# Matrix (2 actually)

1. Sep 23, 2008

### Melawrghk

1. The problem statement, all variables and given/known data
#1. Solve the system:
3cos(a) + cos(b) +5sin(2a)=2
cos(a)=cos(b)+sin(2a)
7cos(a) + 13sin(2a)=-7cos(b)

3. The attempt at a solution
#1. I decided to substitute variables for sines and cosines. So I made cos(a) = x, cos(b)=y and sin(2a)=z, as a result of which, my equations now look like:
3x+y+5z=2
x-y-z=0
7z+7y+13z=0
after which I created the matrix, here is a picture of how I solved it. So I got -3/8 for "x" and entered it (it only asks for cos(a)), but it tells me I'm wrong. Am I being dumb and making some obvious error? Because I entered all equations with variable values into my calculator and they work out...

Thanks...

Last edited by a moderator: Sep 24, 2008
2. Sep 24, 2008

### HallsofIvy

Staff Emeritus
"cos" has no value! Do you mean cos(a) or cos(b)?

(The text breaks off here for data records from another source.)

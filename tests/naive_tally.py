"""Slow, obvious recounts of the OOB tallies (moved into naive.py once the other sections settle)."""
import numpy as np


def recount_classes(y, n_classes, deltas):
    """Recount everything from the list of member deltas: votes, OOB class (ties to lowest), errors."""
    n = y.shape[0]
    votes = np.zeros((n, n_classes))
    left_out = np.zeros(n, np.int64)
    for d in deltas:
        for i, r in enumerate(d.rows):
            votes[r] += d.votes[i]
            left_out[r] += 1
    covered = left_out > 0
    pred = np.argmax(votes, axis=1)
    confusion = np.zeros((n_classes, n_classes), np.int64)
    for r in np.flatnonzero(covered):
        confusion[y[r], pred[r]] += 1
    wrong = covered & (pred != y)
    class_error = np.array([wrong[y == k].sum() / covered[y == k].sum() if covered[y == k].any() else np.nan
                            for k in range(n_classes)])
    return {"covered": int(covered.sum()), "error": wrong.sum() / covered.sum() if covered.any() else np.nan,
            "confusion": confusion, "class_error": class_error, "left_out": left_out, "pred": pred,
            "votes": votes}


def recount_regression(y, deltas):
    n = y.shape[0]
    total = np.zeros(n)
    count = np.zeros(n)
    for d in deltas:
        for i, r in enumerate(d.rows):
            total[r] += d.votes[i]
            count[r] += 1
    cov = count > 0
    mean = total[cov] / count[cov]
    mse = np.mean((mean - y[cov]) ** 2)
    return {"covered": int(cov.sum()), "mse": mse, "r2": 1 - mse / np.var(y[cov])}
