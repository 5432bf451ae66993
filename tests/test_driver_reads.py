"""The driver's quick reads between members (bench/fold_cost.py) against the plain numpy they replace:
a fit read at a run's sizes from a block of sizes, the filled (k, v) cells of a measure point and the
OOB class of hard votes, equal to the bit."""
import numpy as np
import pytest

from baggr.oob import curve
from baggr.oob import measure_kernels as mk
from baggr.oob import tally_kernels as tk
from baggr.oob.tally import MemberDelta, Tally


def _bits(x):
    return np.asarray(x, np.float64).tobytes()


@pytest.mark.parametrize("n_classes", [2, 3])
def test_fit_read_by_blocks_equals_np_interp_per_size(n_classes):
    # Fit.point / class_point read from a block of BLOCK sizes interpolated at once; Fit.at, var_at
    # and class_at of a fresh Fit (np.interp at the one size, numpy's own linear interpolation)
    # must give the same doubles, in a run's order (ascending) and in any other
    rng = np.random.default_rng(5)
    n, members = 600, 70
    y = rng.integers(0, n_classes, n).astype(np.int32)
    t = Tally("classes", y, n_classes, "hard", capacity=members)
    for m in range(members):
        rows = np.flatnonzero(rng.random(n) < 0.37).astype(np.int32)
        t.fold(MemberDelta(m, rows, rng.integers(0, n_classes, rows.size).astype(np.int32)))
    f = t.fit()
    sizes = list(range(1, 700)) + [int(b) for b in rng.integers(1, 1 << 23, 300)] + [3, 900, 65, 64, 5000]
    for b in sizes:
        fresh = curve.Fit(f.task, f.members, f.sizes, f.error, f.var, f.class_error, f.class_var)
        e, v = f.point(b)
        assert _bits([e, v]) == _bits([fresh.at(b)[0], fresh.var_at(b)[0]]), b
        assert _bits(f.class_point(b)) == _bits(fresh.class_at(b)[0]), b
    assert f.__dict__["_blk"][0] == 5000   # the last read filled a block from there


@pytest.mark.parametrize("n_cells,fill", [(0, 0.5), (1, 1.0), (1000, 0.1), (70000, 0.01), (5000, 0.0)])
def test_filled_cells_equal_np_flatnonzero(n_cells, fill):
    # numpy: np.flatnonzero of the summed counts
    rng = np.random.default_rng(n_cells)
    cells = np.zeros((n_cells, 2), np.int64)
    hit = rng.random(n_cells) < fill
    cells[hit, rng.integers(0, 2, int(hit.sum()))] = rng.integers(1, 9, int(hit.sum()))
    got = mk.filled_cells(cells)
    want = np.flatnonzero(cells[:, 0] + cells[:, 1])
    assert got.dtype == want.dtype and np.array_equal(got, want)


@pytest.mark.parametrize("n_classes", [2, 3, 6])
def test_hard_pred_equals_numpy_argmax(n_classes):
    # numpy: argmax takes the first of equal maxima (ties to the lowest class), -1 for rows with no vote
    rng = np.random.default_rng(n_classes)
    votes = rng.integers(0, 3, (5000, n_classes)).astype(np.int32)
    votes[rng.random(5000) < 0.2] = 0
    pred = np.empty(5000, np.int32)
    tk.hard_pred(votes, pred)
    assert np.array_equal(pred, np.where(votes.any(axis=1), np.argmax(votes, axis=1), -1))
    t = Tally("classes", rng.integers(0, n_classes, 5000).astype(np.int32), n_classes, "hard", capacity=1)
    t.votes[...] = votes
    assert t.pred.dtype == np.int32 and np.array_equal(t.pred, pred)
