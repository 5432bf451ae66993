"""Model files of format version 1 (made by baggr at commit 909f52b, by tests/data/make_v1.py) still
load and score exactly as they did then."""
from pathlib import Path

import numpy as np
import pytest

import baggr
from baggr.model import npzfile

DATA = Path(__file__).parent / "data"


@pytest.fixture(scope="module")
def expected():
    with np.load(DATA / "v1_expected.npz") as f:
        return {k: f[k] for k in f.files}


@pytest.mark.parametrize("name", ["v1_hard", "v1_shares", "v1_regression"])
def test_files_are_version_1(name):
    header, arrays = npzfile.read(DATA / f"{name}.npz")
    assert header["format_version"] == 1 and "tree_left" in arrays


@pytest.mark.parametrize("name", ["v1_hard", "v1_shares"])
def test_version_1_classes_score_as_they_did(name, expected):
    # the reference is the scores written by the code that wrote the file (bit for bit)
    ens = baggr.load(DATA / f"{name}.npz")
    np.testing.assert_array_equal(ens.vote_shares(DATA / "v1_classes_rows.csv"), expected[name + "_shares"])


def test_version_1_regression_scores_as_it_did(expected):
    ens = baggr.load(DATA / "v1_regression.npz")
    np.testing.assert_array_equal(ens.predict(DATA / "v1_regression_rows.csv"), expected["v1_regression_predict"])


@pytest.mark.parametrize("threads", [1, 2])
def test_version_1_files_saved_again_score_the_same(expected, tmp_path, threads):
    ens = baggr.load(DATA / "v1_hard.npz")
    ens.save(tmp_path / "again.npz")
    again = baggr.load(tmp_path / "again.npz")
    assert npzfile.read(tmp_path / "again.npz")[0]["format_version"] > 1
    np.testing.assert_array_equal(again.vote_shares(DATA / "v1_classes_rows.csv", threads=threads),
                                  expected["v1_hard_shares"])
    ens = baggr.load(DATA / "v1_regression.npz")
    ens.save(tmp_path / "again_r.npz")
    np.testing.assert_array_equal(baggr.load(tmp_path / "again_r.npz").predict(DATA / "v1_regression_rows.csv",
                                                                                threads=threads),
                                  expected["v1_regression_predict"])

You can't do that. cos(a) and sin(2a) are not independent. sin(2a)= 2sin(a)cos(a)
Are you sure the system has a solution? There are 3 equations in only two variables, a and b. In order to have a solution one equation must be dependent on the other two. (Not necessarily linearly dependent- perhaps through a trig identity.)
I think I would be inclined to solve the second equation for cos(b): cos(b)= cos(a)- sin(2a) and then substitute that into the first and third equations. Now you have two equations for the single variable, a. The third equation looks like it should become especially simple. Again, that is possible only if the two equations are dependent.